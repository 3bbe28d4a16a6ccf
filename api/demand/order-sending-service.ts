// Sends a purchase order to its supplier (PDF attached, through the mail server) and records the sending; creates one from suggestions first.
import { Presentation, Product, PurchaseOrder, PurchaseOrderSending, Site, Supplier, User } from '../../database/models/index.js';
import type { SentOrderView } from '../../shared/demand/sent-order-view.js';
import type { PurchaseOrderInput } from '../../shared/receiving/purchase-order-schemas.js';
import type { AppContext } from '../app-context.js';
import { recordAudit } from '../audit/record-audit.js';
import { siteToday } from '../flocks/site-today.js';
import { AppError } from '../http/app-error.js';
import { createPurchaseOrder, loadPurchaseOrderView } from '../purchase-orders/purchase-orders-service.js';
import { withSendings } from './order-sendings.js';
import { purchaseOrderPdf, type OrderPdfData } from './purchase-order-pdf.js';

function storageText(product: Product): string {
  const unit = product.storageUnit === 'F' ? '°F' : '°C';
  return `${product.name}: store at ${product.storageLow}–${product.storageHigh} ${unit} (label)`;
}

async function pdfData(orderId: number, actorId: number): Promise<{ data: OrderPdfData; to: string }> {
  const view = await loadPurchaseOrderView(orderId);
  if (view.status !== 'open') throw AppError.conflict(`This order is ${view.status}; only open orders are sent.`);
  const order = (await PurchaseOrder.findByPk(orderId, { include: [{ model: Supplier, as: 'supplier' }, { model: Site, as: 'site' }] }))!;
  const presentations = new Map(
    (await Presentation.findAll({ where: { id: view.lines.map((l) => l.presentationId) }, include: [{ model: Product, as: 'product' }] })).map((p) => [p.id, p]),
  );
  const actor = (await User.findByPk(actorId))!;
  return {
    to: order.supplier!.orderEmail,
    data: {
      reference: view.reference,
      issuedOn: siteToday(order.site!),
      expectedDate: view.expectedDate,
      siteName: view.siteName,
      siteCode: order.site!.code,
      siteTimeZone: order.site!.timeZone,
      supplierName: view.supplierName,
      supplierEmail: order.supplier!.orderEmail,
      orderedBy: { name: actor.name, email: actor.email },
      carrier: view.carrier,
      notes: view.notes,
      lines: view.lines.map((line) => {
        const presentation = presentations.get(line.presentationId)!;
        return {
          label: line.label,
          packs: line.packs,
          vials: line.vials,
          doses: line.vials * presentation.dosesPerVial,
          unitPrice: presentation.unitPrice,
          storage: storageText(presentation.product!),
        };
      }),
    },
  };
}

export async function renderPurchaseOrderPdf(orderId: number, actorId: number): Promise<{ reference: string; pdf: Buffer }> {
  const { data } = await pdfData(orderId, actorId);
  return { reference: data.reference, pdf: await purchaseOrderPdf(data) };
}

function mailText(data: OrderPdfData): string {
  const lines = data.lines.map((line) => `  - ${line.label}: ${line.packs} pack${line.packs === 1 ? '' : 's'} (${line.vials} vials, ${line.doses.toLocaleString('en-US')} doses)`);
  return [
    `Hello ${data.supplierName},`,
    '',
    `Please find attached purchase order ${data.reference} from ${data.siteName}, to be delivered by ${data.expectedDate}:`,
    '',
    ...lines,
    '',
    'Please ship refrigerated with coolant, never frozen. Each shipment is checked cold on arrival.',
    `Please confirm the order and its delivery date by replying to ${data.orderedBy.email}.`,
    '',
    data.orderedBy.name,
    data.siteName,
  ].join('\n');
}

/** The mail goes first; the sending is then recorded with whether the mail server took it, so a failure can be sent again. */
export async function sendPurchaseOrder(context: AppContext, actorId: number, orderId: number): Promise<SentOrderView> {
  const { data, to } = await pdfData(orderId, actorId);
  const pdf = await purchaseOrderPdf(data);
  const mailed = await context.mailer.send({
    to: [to],
    subject: `Purchase order ${data.reference} from ${data.siteName}`,
    text: mailText(data),
    attachments: [{ filename: `purchase-order-${data.reference}.pdf`, content: pdf, contentType: 'application/pdf' }],
  });
  await context.sequelize.transaction(async (transaction) => {
    const sending = await PurchaseOrderSending.create({ purchaseOrderId: orderId, sentTo: to, mailed, pdfBytes: pdf.length, sentBy: actorId }, { transaction });
    await recordAudit({ actorId, action: 'purchase_order.send', entity: 'purchase_order', entityId: orderId, after: sending.get({ plain: true }) }, transaction);
  });
  const [view] = await withSendings([await loadPurchaseOrderView(orderId)]);
  return view!;
}

/** The order is created by receiving's own service (same checks as one entered by hand), then sent. */
export async function createAndSendOrder(context: AppContext, actorId: number, siteId: number, input: PurchaseOrderInput): Promise<SentOrderView> {
  const order = await createPurchaseOrder(context, actorId, siteId, input);
  return sendPurchaseOrder(context, actorId, order.id);
}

▬▬▬▬▬▬▬▬▬▬

## EXERCISE DESCRIPTION
Name the number of lines in the listing that contain the word "User", and only that number.

## SOLVED PROBLEM
2